3:32 pm on Apr 14, 2004 (gmt 0)

All versions of Netscape/Mozilla and Internet IE (and even Opera) do this.

It depends on the User-Agent setting within Opera. If Opera is set to report itself as Opera (like mine is) the User agent string is something like

Opera/7.23 (X11; Linux i686; U) [es]
or
Opera/7.23 (Windows NT 5.1; U) [en]

Jon.

slade7

4:02 pm on Apr 14, 2004 (gmt 0)

If your php code looks like this:
ht*p://www.yourdomain.com/store/index.php?action=item&substart=0&id=85
Google won't follow it.

uh, yes they will unless your parameters are crazy long.

AthlonInside

4:20 pm on Apr 14, 2004 (gmt 0)

If your php code looks like this:
ht*p://www.yourdomain.com/store/index.php?action=item&substart=0&id=85
Google won't follow it.

uh, yes they will unless your parameters are crazy long.
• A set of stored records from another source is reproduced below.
import { describe, expect, it } from 'vitest';
import { type Atom, known, read, xyz } from './data/outside-program';

/**
 * Water models: the dipole that each paper prints, from its geometry and charges through a charge column (parameters and dipoles
 * from memory, and each dipole agrees with its parameters). Where the negative charge stands on a site of its own, that site is a
 * ghost: it has no mass, no contact and no bond of its own.
 */
interface WaterModel {
  readonly source: string;
  readonly bondA: number;
  readonly angleDeg: number;
  readonly chargeE: number;
  /** Distance of the negative charge from O along the bisector; 0: on O. */
  readonly siteA: number;
  readonly dipoleD: number;
}

const MODELS: [name: string, model: WaterModel][] = [
  ['SPC', { source: 'Berendsen 1981', bondA: 1, angleDeg: 109.47, chargeE: 0.41, siteA: 0, dipoleD: 2.27 }],
  ['SPC/E', { source: 'Berendsen 1987', bondA: 1, angleDeg: 109.47, chargeE: 0.4238, siteA: 0, dipoleD: 2.35 }],
  ['TIP3P', { source: 'Jorgensen 1983', bondA: 0.9572, angleDeg: 104.52, chargeE: 0.417, siteA: 0, dipoleD: 2.35 }],
  ['TIP4P', { source: 'Jorgensen 1983', bondA: 0.9572, angleDeg: 104.52, chargeE: 0.52, siteA: 0.15, dipoleD: 2.18 }],
  [
    'TIP4P/2005',
    { source: 'Abascal, Vega 2005', bondA: 0.9572, angleDeg: 104.52, chargeE: 0.5564, siteA: 0.1546, dipoleD: 2.305 },
  ],
  [
    'TIP4P-Ew',
    { source: 'Horn 2004', bondA: 0.9572, angleDeg: 104.52, chargeE: 0.52422, siteA: 0.125, dipoleD: 2.321 },
  ],
  [
    'TIP4P/Ice',
    { source: 'Abascal 2005', bondA: 0.9572, angleDeg: 104.52, chargeE: 0.5897, siteA: 0.1577, dipoleD: 2.426 },
  ],
];

/** The model with O at the origin and its hydrogens towards +x. */
function water({ bondA, angleDeg, chargeE, siteA }: WaterModel, shift = 0): Atom[] {
  const half = (angleDeg * Math.PI) / 360;
  const [x, y] = [bondA * Math.cos(half), bondA * Math.sin(half)];
  return [
    ['O', shift, 0, 0, siteA === 0 ? -2 * chargeE : 0],
    ['H', shift + x, y, 0, chargeE],
    ['H', shift + x, -y, 0, chargeE],
    ...(siteA === 0 ? [] : [['X', shift + siteA, 0, 0, -2 * chargeE] as const]),
  ];
}

describe.each(MODELS)('%s', (_, model) => {
  const one = read(xyz(water(model)));
  const [fragment] = one.fragments;

  it(`has the dipole that ${model.source} prints, ${model.dipoleD} D`, () => {
    // Published to two or three decimals.
    expect(Math.abs(known(fragment!.dipoleNormD) - model.dipoleD)).toBeLessThan(0.0051);
  });

  it('is one neutral fragment of all its sites, with the dipole from its charges', () => {
    expect(one.fragments).toHaveLength(1);
    expect(fragment!.atoms).toHaveLength(model.siteA === 0 ? 3 : 4);
    expect(fragment!.chargeE).toBeCloseTo(0, 12);
    expect(fragment!.dipoleSource).toBe('charges');
  });

  it('has a dipole from O towards H, from negative to positive', () => {
    const [x, y, z] = fragment!.dipoleD!;
    expect(x).toBeCloseTo(known(fragment!.dipoleNormD), 12);
    expect(Math.hypot(y!, z!)).toBeLessThan(1e-12);
  });

  it('has its mass centre 0.06–0.07 A from O: the charge site weighs nothing', () => {
    const half = (model.angleDeg * Math.PI) / 360;
    const expected = (2 * 1.008 * model.bondA * Math.cos(half)) / (15.999 + 2 * 1.008);
    expect(fragment!.centreA![0]).toBeCloseTo(expected, 12);
  });

  it('beside another of its kind, 6 A away, the Coulomb sum is that of the sites', () => {
    const atoms = [...water(model), ...water(model, 6)];
    const { pairs, fragments } = read(xyz(atoms));
    expect(fragments).toHaveLength(2);
    const size = atoms.length / 2;
    let sum = 0;
    for (const a of atoms.slice(0, size)) {
      for (const b of atoms.slice(size)) sum += (a[4]! * b[4]!) / Math.hypot(a[1] - b[1], a[2] - b[2], a[3] - b[3]);
    }
    expect(known(pairs[0]!.energyKJPerMol.coulomb) / (1389.35457550233 * sum)).toBeCloseTo(1, 9);
    expect(pairs[0]!.arrangement).toBe('head-to-tail');
    expect(pairs[0]!.basis).toBe('charges');
    expect(pairs[0]!.closest.atoms!.every((atom) => atoms[atom - 1]![0] !== 'X')).toBe(true);
  });
});

it('TIP5P (Mahoney, Jorgensen 2000): 2.29 D from two lone-pair sites 0.7 A from O', () => {
  const half = (104.52 * Math.PI) / 360;
  const lone = (109.47 * Math.PI) / 360;
  const [x, y] = [0.9572 * Math.cos(half), 0.9572 * Math.sin(half)];
  const { fragments } = read(
    xyz([
      ['O', 0, 0, 0, 0],
      ['H', x, y, 0, 0.241],
      ['H', x, -y, 0, 0.241],
      ['X', -0.7 * Math.cos(lone), 0, 0.7 * Math.sin(lone), -0.241],
      ['X', -0.7 * Math.cos(lone), 0, -0.7 * Math.sin(lone), -0.241],
    ]),
  );
  expect(fragments).toHaveLength(1);
  expect(Math.abs(known(fragments[0]!.dipoleNormD) - 2.29)).toBeLessThan(0.005);
});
Actually what happens is they will follow certain amout of pages if they have parameters to prevent them ending in an endless loop.

GoogleGuy

5:51 pm on Apr 14, 2004 (gmt 0)

"Also, Google is not the only search engine. Other bots are not as smart as Googlebot is and those long query strings are going to be major roadblocks for getting content indexed."
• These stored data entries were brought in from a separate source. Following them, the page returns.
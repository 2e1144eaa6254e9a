import { describe, expect, it } from 'vitest';
import { additivePolarizability, componentOf } from '../../server/src/physics/additive-polarizability';
import { atomicNumberOf } from '../../server/src/physics/elements';
import { fragmentGraph } from '../../server/src/physics/fragment-graph';
import { geometryOf } from './data/geometry';
import { MOLECULES } from './data/molecules';
import { markdownTable, printIfAsked } from './markdown';

function estimate(atoms: string) {
  const { count, elements, positionsA } = geometryOf(atoms);
  const result = additivePolarizability(fragmentGraph(count, elements, positionsA), elements, 0);
  if (!result.ok) throw new Error(result.reason);
  return result;
}

/** Whether additive components can be expected to do: a molecule of H, C, N, O, F, S, Cl, Br, I with carbon. */
const isOrganic = (atoms: string) => /\bC /.test(atoms) && !/\b(Si|B|P|Li|Na|K|Al) /.test(atoms);

describe('mean polarizabilities by sum of components against published ones', () => {
  const rows = MOLECULES.flatMap(({ name, polarizabilityA3: published, polarizabilityRead, atoms }) => {
    if (published === null || /\b(Li|Na|K|Al) /.test(atoms)) return [];
    const own = estimate(atoms).polarizabilityA3;
    return [{ name, published, polarizabilityRead, own, error: own / published - 1, organic: isOrganic(atoms) }];
  });
  const lists = {
    'with carbon, published value read': rows.filter((row) => row.organic && row.polarizabilityRead),
    'with carbon, published value from memory': rows.filter((row) => row.organic && !row.polarizabilityRead),
    'without carbon': rows.filter((row) => !row.organic),
  };
  const mean = (list: typeof rows) => list.reduce((sum, row) => sum + Math.abs(row.error), 0) / list.length;
  const median = (list: typeof rows) => list.map((row) => Math.abs(row.error)).sort((a, b) => a - b)[list.length >> 1]!;
  const percent = (value: number) => `${(100 * value).toFixed(0).replace('-', '−')} %`;

  printIfAsked('Polarizability volumes', () =>
    markdownTable(
      ['molecules', 'number', 'mean error', 'median', 'worst'],
      Object.entries(lists).map(([title, list]) => {
        const worst = list.reduce((one, two) => (Math.abs(two.error) > Math.abs(one.error) ? two : one));
        return [
          title,
          `${list.length}`,
          percent(mean(list)),
          percent(median(list)),
          `${worst.name} ${percent(worst.error)}`,
        ];
      }),
    ),
  );

  it.each([
    ['with carbon, published value read', 20, 0.045, 0.13],
    ['with carbon, published value from memory', 20, 0.08, 0.45],
    ['without carbon', 12, 0.14, 0.5],
  ] as const)('%s', (title, number, average, most) => {
    const list = lists[title];
    expect(list.length).toBeGreaterThanOrEqual(number);
    expect(mean(list)).toBeLessThan(average);
    for (const row of list) expect(Math.abs(row.error), row.name).toBeLessThan(most);
  });
});

describe('components', () => {
  const components = (atoms: string) => {
    const { count, elements, positionsA } = geometryOf(atoms);
    const graph = fragmentGraph(count, elements, positionsA);
    return Array.from(elements, (_, atom) => componentOf(graph, elements, atom));
  };
  const named = (name: string) => MOLECULES.find((row) => row.name === name)!.atoms;

  it.each([
    ['methane', 2.609],
    ['ethane', 4.444],
    ['benzene', 10.434],
    ['water', 1.411],
    ['ammonia', 2.125],
    ['methanol', 3.246],
    ['ethene', 4.252],
  ])('%s: %d A3, as the components of Miller 1990 add up', (name, sum) => {
    expect(estimate(named(name)).polarizabilityA3).toBeCloseTo(sum, 10);
  });
  it('tells lone pairs in a ring from those outside', () => {
    expect(components(named('furan'))[0]).toBe('OPI2');
    expect(components(named('thiophene'))[0]).toBe('SPI2');
    expect(components(named('dimethyl ether'))).toContain('OTE');
    expect(components(named('pyridine'))[0]).toBe('NTR2');
    expect(components(named('pyrrole'))).toContain('NPI2');
    expect(components(named('acetamide'))).toContain('NPI2');
    expect(components(named('methylamine'))).toContain('NTE');
    expect(components(named('acetonitrile'))).toContain('NDI');
  });
  it('gives ions and noble gases their own', () => {
    const lone = (symbol: string, chargeE: number) => {
      const elements = [atomicNumberOf(symbol)];
      return additivePolarizability(fragmentGraph(1, elements, new Float64Array(3)), elements, chargeE);
    };
    expect(lone('Na', 1)).toEqual({ ok: true, polarizabilityA3: 0.179, source: 'atom' });
    expect(lone('Ar', 0)).toMatchObject({ polarizabilityA3: 1.642 });
    expect(lone('Na', 0).ok).toBe(false);
    expect(lone('Fe', 2).ok).toBe(false);
  });
  it('says where a component is not Miller’s, and refuses elements without one', () => {
    expect(estimate(named('silane'))).toMatchObject({ source: 'left over' });
    const { count, elements, positionsA } = geometryOf('Zn 0 0 0; Cl 2.1 0 0; Cl -2.1 0 0');
    expect(additivePolarizability(fragmentGraph(count, elements, positionsA), elements, 0).ok).toBe(false);
    expect(additivePolarizability(fragmentGraph(0, [], new Float64Array(0)), [], 0).ok).toBe(false);
  });
});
Good point, pageoneresults. If you want your site to be crawled by as many search engines as possible, things like static urls always help, and if you can't do that then fewer parameters probably help.

jatar_k

6:07 pm on Apr 14, 2004 (gmt 0)

google has no problems with the php extension, don't think they have since I have been writing the pages, 4 yrs or so.
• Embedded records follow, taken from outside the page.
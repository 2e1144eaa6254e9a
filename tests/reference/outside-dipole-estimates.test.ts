import { describe, expect, it } from 'vitest';
import { DEBYE_E_A } from '../../server/src/physics/constants';
import { ESTIMATE_ERRORS, estimateDipole } from '../../server/src/physics/dipole-estimate';
import type { MoleculeClass } from '../../server/src/physics/estimate-trust';
import { geometryOf, massCentre } from './data/geometry';
import { IONS } from './data/ions';
import { MOLECULES } from './data/molecules';
import { markdownTable, printIfAsked } from './markdown';

/**
 * The dipole estimate against published dipoles, on every molecule of the data files. What it is worth is read from the molecules that
 * were held out of the fit, and from those with a published size.
 */

/** Below this the direction means nothing, D. */
const DIRECTION_D = 0.5;

interface Comparison {
  readonly name: string;
  readonly kind: MoleculeClass;
  readonly doubt: string | null;
  readonly published: boolean;
  readonly heldOut: boolean;
  readonly sizeD: number;
  readonly sizeErrorD: number;
  /** Of the EEQ charges' own dipole. */
  readonly eeqErrorD: number;
  readonly angleDeg: number | null;
  readonly eeqAngleDeg: number | null;
}

const norm = (v: readonly number[]) => Math.hypot(v[0]!, v[1]!, v[2]!);

function angleDeg(u: readonly number[], v: readonly number[]): number {
  const cosine = (u[0]! * v[0]! + u[1]! * v[1]! + u[2]! * v[2]!) / (norm(u) * norm(v));
  return (Math.acos(Math.max(-1, Math.min(1, cosine))) * 180) / Math.PI;
}

function compare(
  name: string,
  atoms: string,
  chargeE: number,
  dipoleD: readonly number[],
  published: boolean,
  heldOut: boolean,
): Comparison | null {
  const geometry = geometryOf(atoms);
  const centre = massCentre(geometry);
  const result = estimateDipole(geometry.count, geometry.elements, geometry.positionsA, chargeE, centre);
  if (!result.ok) return null;
  const own = result.dipoleEA.map((value) => value / DEBYE_E_A);
  const eeq = [0, 1, 2].map((a) => {
    let sum = 0;
    for (let i = 0; i < geometry.count; i++) {
      sum += (result.chargesE[i]! * (geometry.positionsA[3 * i + a]! - centre[a]!)) / DEBYE_E_A;
    }
    return sum;
  });
  const sizeD = norm(dipoleD);
  const directed = sizeD > DIRECTION_D;
  return {
    name,
    kind: result.moleculeClass,
    doubt: result.doubt,
    published,
    heldOut,
    sizeD,
    sizeErrorD: Math.abs(norm(own) - sizeD),
    eeqErrorD: Math.abs(norm(eeq) - sizeD),
    angleDeg: directed ? angleDeg(own, dipoleD) : null,
    eeqAngleDeg: directed ? angleDeg(eeq, dipoleD) : null,
  };
}

const all = [
  ...MOLECULES.map((row) => compare(row.name, row.atoms, 0, row.dipoleD, row.published, row.heldOut)),
  ...IONS.map((row) => compare(row.name, row.atoms, row.chargeE, row.dipoleD, false, row.heldOut)),
].filter((entry) => entry !== null);
const sure = all.filter((entry) => entry.doubt === null);
const neutral = sure.filter((entry) => entry.kind !== 'ion' && entry.sizeD > 0);

const mean = (values: readonly number[]) => values.reduce((sum, value) => sum + value, 0) / values.length;
const sizes = (list: readonly Comparison[]) => mean(list.map((entry) => entry.sizeErrorD));
const angles = (list: readonly Comparison[]) => list.flatMap((entry) => entry.angleDeg ?? []);
/** Those whose symmetry leaves the direction free: neither estimate is along the dipole to rounding, nor against it. */
const free = (list: readonly Comparison[]) =>
  list.filter(({ angleDeg: own, eeqAngleDeg: eeq }) =>
    [own, eeq].some((angle) => angle !== null && angle > 0.3 && angle < 179.7),
  );
const worst = (list: readonly Comparison[]) => list.reduce((a, b) => (b.sizeErrorD > a.sizeErrorD ? b : a));

function row(title: string, list: readonly Comparison[]): string[] {
  const turned = angles(list);
  const eeqTurned = list.flatMap((entry) => entry.eeqAngleDeg ?? []);
  const far = worst(list);
  return [
    title,
    `${list.length}`,
    sizes(list).toFixed(2),
    turned.length === 0 ? '–' : mean(turned).toFixed(0),
    free(list).length === 0 ? '–' : `${mean(angles(free(list))).toFixed(0)} (${free(list).length})`,
    `${far.name} ${far.sizeErrorD.toFixed(2)}`,
    `${mean(list.map((entry) => entry.eeqErrorD)).toFixed(2)}`,
    eeqTurned.length === 0 ? '–' : mean(eeqTurned).toFixed(0),
  ];
}

const HEAD = [
  'molecules',
  'number',
  'mean error, D',
  'mean angle, °',
  'where it is free (number)',
  'worst, D',
  'EEQ charges, D',
  '°',
];

printIfAsked('Dipole estimates', () =>
  markdownTable(HEAD, [
    ...(Object.keys(ESTIMATE_ERRORS) as MoleculeClass[]).flatMap((kind) => {
      const list = sure.filter((entry) => entry.kind === kind);
      return list.length === 0 ? [] : [row(kind, list)];
    }),
    row('all neutral', neutral),
    row(
      'with published size',
      neutral.filter((entry) => entry.published),
    ),
    row(
      'held out of the fit',
      neutral.filter((entry) => entry.heldOut),
    ),
    row(
      'doubted',
      all.filter((entry) => entry.doubt !== null),
    ),
  ]),
);

describe('dipoles from geometry alone', () => {
  it('has enough molecules to say so', () => {
    expect(neutral.length).toBeGreaterThan(100);
    expect(neutral.filter((entry) => entry.published).length).toBeGreaterThan(50);
    expect(neutral.filter((entry) => entry.heldOut).length).toBeGreaterThan(25);
  });

  it.each([
    ['all neutral molecules', neutral, 0.25, 5],
    ['those with a published size', neutral.filter((entry) => entry.published), 0.3, 5],
    ['those held out of the fit', neutral.filter((entry) => entry.heldOut), 0.33, 9],
  ] as const)('%s: mean error of size and direction', (_, list, sizeD, degrees) => {
    expect(sizes(list)).toBeLessThan(sizeD);
    expect(mean(angles(list))).toBeLessThan(degrees);
  });

  it.each(Object.entries(ESTIMATE_ERRORS))(
    '%s: no worse than the program says of the class',
    (kind, [sizeD, degrees]) => {
      const list = sure.filter((entry) => entry.kind === kind);
      expect(list.length).toBeGreaterThan(1);
      expect(sizes(list)).toBeLessThanOrEqual(sizeD);
      const turned = angles(free(list));
      expect(turned.length === 0).toBe(degrees === null);
      if (degrees !== null) expect(mean(turned)).toBeLessThanOrEqual(degrees);
    },
  );

  it('does better than the EEQ charges on the whole', () => {
    expect(sizes(neutral)).toBeLessThan(0.6 * mean(neutral.map((entry) => entry.eeqErrorD)));
  });

  it('doubts the kinds that come out wrong', () => {
    const doubted = new Set(all.filter((entry) => entry.doubt !== null).map((entry) => entry.name));
    for (const name of ['carbon monoxide', 'CS', 'SiO', 'nitrous oxide', 'ozone', 'ClNO', 'ketene']) {
      expect(doubted, name).toContain(name);
    }
  });
});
long get strings are not very spider friendly
long get strings are not very user friendly

spider friendly == user friendly

GET strings are just easy and make life easy for programmers who have trouble understanding the tenets of spiderability or just don't care. Those may be the same people who think "If I build it they will come".

Most of the time GET strings can be avoided or only used on pages you don't care about being spidered. If not, rewrite them, helps your users and helps the spiders.

your choice

Bones

10:57 pm on Apr 14, 2004 (gmt 0)

MikeBeverly, maybe you can sticky me an example search that returns an URL that *ends* in ".cgi" then please (no parameters).